Performance analysis engineers know that non-uniform memory access (NUMA) can seriously impact performance and that NUMA performance analysis can be challenging.
Linux* has a NUMA observation tool: numastat. It provides information about the ratio of local versus remote memory use and the overall memory configuration of all nodes. It also includes failed allocations of local memory (displayed in the numa_miss column) and allocations of remote memory (displayed in the numa_foreign column). However, numastat only accounts for the memory allocation and does not measure the real-time memory traffic of the CPU. Users need more. But, an easy-to-use tool that lets you observe NUMA-related issues and where the NUMA bottlenecks reside doesn't exist. It's difficult to locate these issues, especially in complex server environments.
This author needed a tool that follows typical steps used in NUMA analysis and provides a good starting point to dive in and fix NUMA-related bottlenecks.
The typical steps that the author uses are:
- Find the memory-intensive applications with the poorest memory locality.
- Determine the application's node affinity.
- Explore the memory hot spots in the application and find the poorest latency.
- Determine the locality of these memory hot spots.
- Find the places in the application that access the memory hot spots, and then get a list of call chains to the code that accesses these memory hot spots.
NumaTOP is a new Linux observation tool that automates these steps.

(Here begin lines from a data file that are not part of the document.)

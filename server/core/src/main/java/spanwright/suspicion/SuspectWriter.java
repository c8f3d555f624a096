package spanwright.suspicion;

import java.util.Comparator;
import java.util.HashMap;
import java.util.LinkedHashSet;
import java.util.List;
import java.util.Map;
import java.util.Set;
import java.util.function.Predicate;
import org.jspecify.annotations.Nullable;
import spanwright.circuits.Circuit;
import spanwright.network.Network;
import spanwright.network.Snapshot;
import spanwright.outage.CodeOrder;
import spanwright.plant.Enclosure;
import spanwright.plant.Span;
import spanwright.plant.Trust;
import spanwright.quantity.Length;
import spanwright.records.EndNames;
import spanwright.records.Records;
import spanwright.splicing.EndKey;
import spanwright.splicing.Joint;

/** Says of a candidate what it is in the records. */
final class SuspectWriter {

    /** How many doubtful joints are named, and on the paths of how many circuits they are looked for. */
    private static final int MOST_JOINTS = 20;

    private static final int MOST_CIRCUITS = 50;

    private final Records records;
    private final Network network;
    private final Suspicion suspicion;
    private final EndNames names;
    private final Map<Circuit, Set<Joint>> doubtful = new HashMap<>();

    SuspectWriter(Snapshot snapshot, Suspicion suspicion) {
        this.records = snapshot.records();
        this.network = snapshot.network();
        this.suspicion = suspicion;
        this.names = new EndNames(records);
    }

    Suspect write(Candidate candidate) {
        RouteUnits units = suspicion.units();
        Set<Span> spans = new LinkedHashSet<>();
        Set<Enclosure> enclosures = new LinkedHashSet<>();
        Set<String> tubes = new LinkedHashSet<>(candidate.tubes);
        Set<String> ports = new LinkedHashSet<>();
        for (int unit : candidate.units) {
            if (units.isSpan(unit)) {
                spans.add(records.spans().get(unit));
            } else if (units.isEnclosure(unit)) {
                enclosures.add(records.enclosures().get(units.enclosure(unit)));
            } else if (units.other(unit) instanceof RouteUnits.Tube tube) {
                tubes.add(records.cables().get(tube.section().owner()).code() + "/" + tube.tube());
                for (int span : units.spansOf(tube.section())) {
                    spans.add(records.spans().get(span));
                }
            } else if (units.other(unit) instanceof RouteUnits.Port port) {
                ports.add(names.end(port.front()));
                enclosures.add(enclosure(port));
            }
        }
        List<Circuit> explains = circuits(candidate, index -> index < suspicion.down());
        return new Suspect(
                candidate.kind,
                likeliest(spans),
                spans.isEmpty() ? enclosures.stream().findFirst().orElse(null) : null,
                List.copyOf(spans),
                List.copyOf(enclosures),
                spans.stream().map(span -> suspicion.route(span).length()).reduce(Length.ZERO, Length::plus),
                List.copyOf(tubes),
                List.copyOf(ports),
                explains,
                circuits(candidate, index -> index >= suspicion.down()),
                candidate.score(),
                restsOn(explains));
    }

    private Enclosure enclosure(RouteUnits.Port port) {
        int panel = EndKey.owner(port.front());
        return records.enclosures().get(records.panels().get(panel).enclosure());
    }

    private @Nullable Span likeliest(Set<Span> spans) {
        return spans.stream()
                .max(Comparator.comparingDouble(suspicion::probabilityOf))
                .orElse(null);
    }

    private List<Circuit> circuits(Candidate candidate, Predicate<Integer> which) {
        return candidate.circuits.stream()
                .boxed()
                .filter(which)
                .map(suspicion::circuit)
                .sorted(Comparator.comparing(Circuit::code, CodeOrder.BY_CODE_POINT))
                .toList();
    }

    private List<Joint> restsOn(List<Circuit> explains) {
        Set<Joint> found = new LinkedHashSet<>();
        explains.stream()
                .limit(MOST_CIRCUITS)
                .forEach(circuit -> found.addAll(doubtful.computeIfAbsent(circuit, this::doubtful)));
        return found.stream().limit(MOST_JOINTS).toList();
    }

    private Set<Joint> doubtful(Circuit circuit) {
        Set<Joint> found = new LinkedHashSet<>();
        for (int[] ends : suspicion.units().ends(circuit)) {
            for (int end : ends) {
                int id = network.joint(end);
                if (id != 0) {
                    Joint joint = records.joints().get(id);
                    Trust trust = joint.facts().trust();
                    if (trust == Trust.UNKNOWN || trust == Trust.REPORTED) {
                        found.add(joint);
                    }
                }
            }
        }
        return found;
    }
}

Different from numastat, it is an observation tool for characterizing runtime memory locality and analyzing processes and threads running on a NUMA system. It helps you:
- Characterize the NUMA behavior of processes and threads
- Identify where the NUMA-related performance bottlenecks reside
The tool uses performance counter-sampling technologies from Intel. It associates the performance data with Linux system runtime information to provide real-time analysis for production systems.
The following is a step-by-step example that uses NumaTOP to see how it helps you perform a NUMA analysis. Figure 1 is the NUMA topology of a two-socket platform, based on the Intel® Xeon® E5-2680 processor. A simple example program mgen demonstrates NumaTOP. This program generates guaranteed memory accesses (no LLC hit).
Figure 1
Step 1: Find Processes with the Poorest Memory Locality
Figure 2
The process mgen is memory intensive with the poorest memory locality.

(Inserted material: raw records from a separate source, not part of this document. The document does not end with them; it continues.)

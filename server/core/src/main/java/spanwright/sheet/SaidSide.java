package spanwright.sheet;

import java.util.OptionalInt;
import org.jspecify.annotations.Nullable;
import spanwright.plant.FiberRange;
import spanwright.splicing.EndRange;
import spanwright.splicing.Leg;
import spanwright.splicing.LegKind;

/**
 * One side of a line.
 *
 * @param place where it stands
 * @param leg which
 * @param cable the cable's leg, or null for a splitter or a panel
 * @param numbers the numbers, or null for the rest: every fiber of the leg that no other line names
 * @param face whether rear or front of a port was written, or null
 */
record SaidSide(
        TextPlace place,
        Leg leg,
        @Nullable CableLeg cable,
        @Nullable FiberRange numbers,
        @Nullable LegKind face) {

    boolean isPort() {
        return leg.kind() == LegKind.REAR || leg.kind() == LegKind.FRONT;
    }

    boolean isSplitter() {
        return leg.kind() == LegKind.IN || leg.kind() == LegKind.OUT;
    }

    boolean isRest() {
        return numbers == null;
    }

    /** How many ends, where they are numbered. */
    OptionalInt count() {
        return numbers == null ? OptionalInt.empty() : OptionalInt.of(numbers.count());
    }

    /** The ends of numbered sides, a port's by the face that is meant. */
    EndRange ends(LegKind meant) {
        FiberRange range = numbers;
        if (range == null) {
            throw new IllegalStateException("the rest has no numbers yet");
        }
        return new EndRange(isPort() ? new Leg(meant, leg.owner()) : leg, range);
    }
}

Step 2: Determine the mgen Node Affinity
Figure 3
The process mgen is running on Node 1.
Step 3: Explore Memory Hot Spots
Find the hot spots in mgen with the poorest latency.
Figure 4
The mgen memory hot spot is the memory area, which is 256 MB.
Step 4: Determine the Locality
Figure 5
The memory hot spot is physically allocated on Node 0. The previous steps show how many remote memory accesses are generated. Let's go further, such as learning where in the code these accesses originate.
Step 5: What's Accessing Memory
Find the places in mgen that are accessing the memory hot spots and get a list of call chains to the code that accesses the memory hot spots.
Figure 6
The buf_read() is the key function that generates a huge number of memory accesses, showing how the memory was originally allocated to improve the mgen locality and overall performance.
NumaTOP can help you find out what you want to know about NUMA bottlenecks.